**TASK BRIEF**
Wherever a line of the listing holds the string "math", copy that line.

**INPUT**
+++

// TestDBBadInput checks each kind of bad input of the database path gets
// its own clear message (common practice: name what was found, where, and
// the fix), and that no message echoes the password.
func TestDBBadInput(t *testing.T) {
	pg := loadSmall(t)
	url := pg.singleURL()

	t.Run("unreachable", func(t *testing.T) {
		ports, err := freePorts(1)
		if err != nil {
			t.Fatal(err)
		}
		bad := fmt.Sprintf("postgres://%s:%s@127.0.0.1:%d/%s?sslmode=disable&connect_timeout=5", pgUser, pgPassword, ports[0], pgDatabase)
		err = dbErr(t, bad, smallSpec(), demand.SQLSource{Table: "small"})
		want := fmt.Sprintf("host 127.0.0.1 port %d", ports[0])
		if !strings.Contains(err.Error(), want) || !strings.Contains(err.Error(), "cannot reach") {
			t.Errorf("error %q does not say it cannot reach %s", err, want)
		}
	})
	t.Run("unknown table", func(t *testing.T) {
		err := dbErr(t, url, smallSpec(), demand.SQLSource{Table: "smal"})
		if !errors.Is(err, demand.ErrUnknownTable) || !strings.Contains(err.Error(), `no table "smal"`) || !strings.Contains(err.Error(), `"small"`) {
			t.Errorf("error %q does not name the table and the close name small", err)
		}
	})
	t.Run("unknown column", func(t *testing.T) {
		s := smallSpec()
		s.Price = "prise"
		err := dbErr(t, url, s, demand.SQLSource{Table: "small"})
		var uc *demand.UnknownColumnError
		if !errors.As(err, &uc) || len(uc.Close) == 0 || uc.Close[0] != "price" {
			t.Errorf("error %q is not an unknown-column error naming price", err)
		}
	})
	t.Run("text column as a number", func(t *testing.T) {
		s := smallSpec()
		s.Controls = []string{"product"}
		err := dbErr(t, url, s, demand.SQLSource{Table: "small"})
		if !errors.Is(err, demand.ErrNotNumeric) || !strings.Contains(err.Error(), "SQL type text") {
			t.Errorf("error %q does not say product is text", err)
		}
	})
	t.Run("zero rows", func(t *testing.T) {
		err := dbErr(t, url, smallSpec(), demand.SQLSource{Query: "SELECT * FROM small WHERE week < 0"})
		if !errors.Is(err, demand.ErrEmpty) || !strings.Contains(err.Error(), "returns no rows") {
			t.Errorf("error %q does not say the query returns no rows", err)
		}
	})
	t.Run("zero under a log", func(t *testing.T) {
		err := dbErr(t, url, smallSpec(), demand.SQLSource{Query: "SELECT product, store, week, CASE WHEN week = 3 THEN 0 ELSE units END AS units, price, temp, bean, freight FROM small"})
		if !errors.Is(err, demand.ErrNonPositiveLog) || !strings.Contains(err.Error(), `quantity column "units"`) {
			t.Errorf("error %q does not count the zero units", err)
		}
	})
	t.Run("bad query", func(t *testing.T) {
		err := dbErr(t, url, smallSpec(), demand.SQLSource{Query: "SELEC * FROM small"})
		if !strings.Contains(err.Error(), "--query failed") {
			t.Errorf("error %q does not blame the query", err)
		}
	})
}

// TestDBMissingValuesCounted checks that rows with NULLs in used columns
// are dropped and counted by column, as the file path counts empty cells
// (each row once, under the first missing column in model order).
func TestDBMissingValuesCounted(t *testing.T) {
	pg := loadSmall(t)
	p := smallPanel()
	wantPrice, wantFreight := 0, 0
	for i := 0; i < p.n; i++ {
		switch {
		case math.IsNaN(p.price[i]):
			wantPrice++
		case math.IsNaN(p.fgt[i]):
			wantFreight++
		}
	}
	s := smallSpec()
	s.FE = nil
	for _, url := range []string{pg.singleURL(), pg.coordURL()} {
		d, _, err := demand.BuildFromDB(context.Background(), s, demand.DBOptions{URL: url, Source: demand.SQLSource{Table: "small"}})
		if err != nil {
			t.Fatal(err)
		}
		got := map[string]int{}
		for _, dr := range d.Dropped {
			got[dr.Column] = dr.Rows
		}
		if got["price"] != wantPrice || got["freight"] != wantFreight || d.N != p.n-wantPrice-wantFreight {
			t.Errorf("dropped %v, n %d; want price %d, freight %d, n %d", d.Dropped, d.N, wantPrice, wantFreight, p.n-wantPrice-wantFreight)
		}
	}
	if wantPrice+wantFreight == 0 {
		t.Fatal("the generated panel has no missing cells to count")
	}
}

// TestDBMomentsFileMismatch checks that a moments file made for another
// model is refused with the block it lacks named.
func TestDBMomentsFileMismatch(t *testing.T) {
	pg := loadSmall(t)
	noCluster := smallSpec()
	noCluster.Cluster = nil
	noCluster.Vcov = "iid"
	rows, _, err := demand.MomentsFromDB(context.Background(), noCluster, demand.DBOptions{URL: pg.singleURL(), Source: demand.SQLSource{Table: "small"}})
	if err != nil {
		t.Fatal(err)
	}
	_, err = demand.BuildFromMoments(smallSpec(), rows, "m.csv")
	if !errors.Is(err, demand.ErrMoments) || !strings.Contains(err.Error(), `block "cluster:0"`) {
		t.Errorf("clustered model from a file without clusters: %v", err)
	}
	hc := smallSpec()
	hc.Cluster = nil
	hc.Vcov = "hc1"
	_, err = demand.BuildFromMoments(hc, rows, "m.csv")
	if !errors.Is(err, demand.ErrMoments) || !strings.Contains(err.Error(), `block "fourth"`) {
		t.Errorf("HC1 model from a file without fourth-order sums: %v", err)
	}
	other := smallSpec()
	other.Cluster, other.Vcov = nil, "iid"
	other.Shifters = []string{"bean"}
	_, err = demand.BuildFromMoments(other, rows, "m.csv")
	if !errors.Is(err, demand.ErrMoments) || !strings.Contains(err.Error(), "[units, price, temp, bean, freight]") {
		t.Errorf("model with other columns: %v", err)
	}
	// A file cut short loses blocks: the blocks it lacks are named.
	var cut []demand.MomentRow
	for _, r := range rows {
		if r.Block != "stat" {
			cut = append(cut, r)
		}
	}
	if _, err = demand.BuildFromMoments(noCluster, cut, "m.csv"); !errors.Is(err, demand.ErrMoments) || !strings.Contains(err.Error(), `block "stat"`) {
		t.Errorf("file without its stat block: %v", err)
	}
}

// TestDBPartitionwisePushdown checks that, on the sharded coordinator,
// the per-cluster sums of a model clustered by the partition column are
// computed on the shards: EXPLAIN shows one foreign scan per shard whose
// remote SQL groups (postgres_fdw's aggregate pushdown under
// enable_partitionwise_aggregate; PostgreSQL 15 documentation, F.38
// postgres_fdw "Remote Query Optimization" and 20.7.2; the
// "Relations: Aggregate on" wording is from memory).
func TestDBPartitionwisePushdown(t *testing.T) {
	pg := loadSmall(t)
	s := smallSpec()
	s.FE = nil
	script, err := demand.Script(s, demand.SQLSource{Table: "small"}, demand.Postgres, false)
	if err != nil {
		t.Fatal(err)
	}
	// Both passes over the table: the profile (rows kept and dropped)
	// and the per-cluster blocks.
	for _, table := range []string{"piv_prof", "piv_blk0"} {
		head := "CREATE TEMPORARY TABLE " + table + " AS\n"
		i := strings.Index(script, head)
		if i < 0 {
			t.Fatalf("the script has no statement making %s", table)
		}
		q := script[i+len(head):]
		q = q[:strings.Index(q, ";\n")]
		plan := pg.explain(t, pg.coordURL(), q)
		if n := strings.Count(plan, "Relations: Aggregate on"); n != 2 {
			t.Errorf("%s: want the aggregate pushed to both shards, found %d pushed aggregates in:\n%s", table, n, plan)
		}
	}
}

+++

**PROBLEM SOLUTION**
		case math.IsNaN(p.price[i]):
		case math.IsNaN(p.fgt[i]):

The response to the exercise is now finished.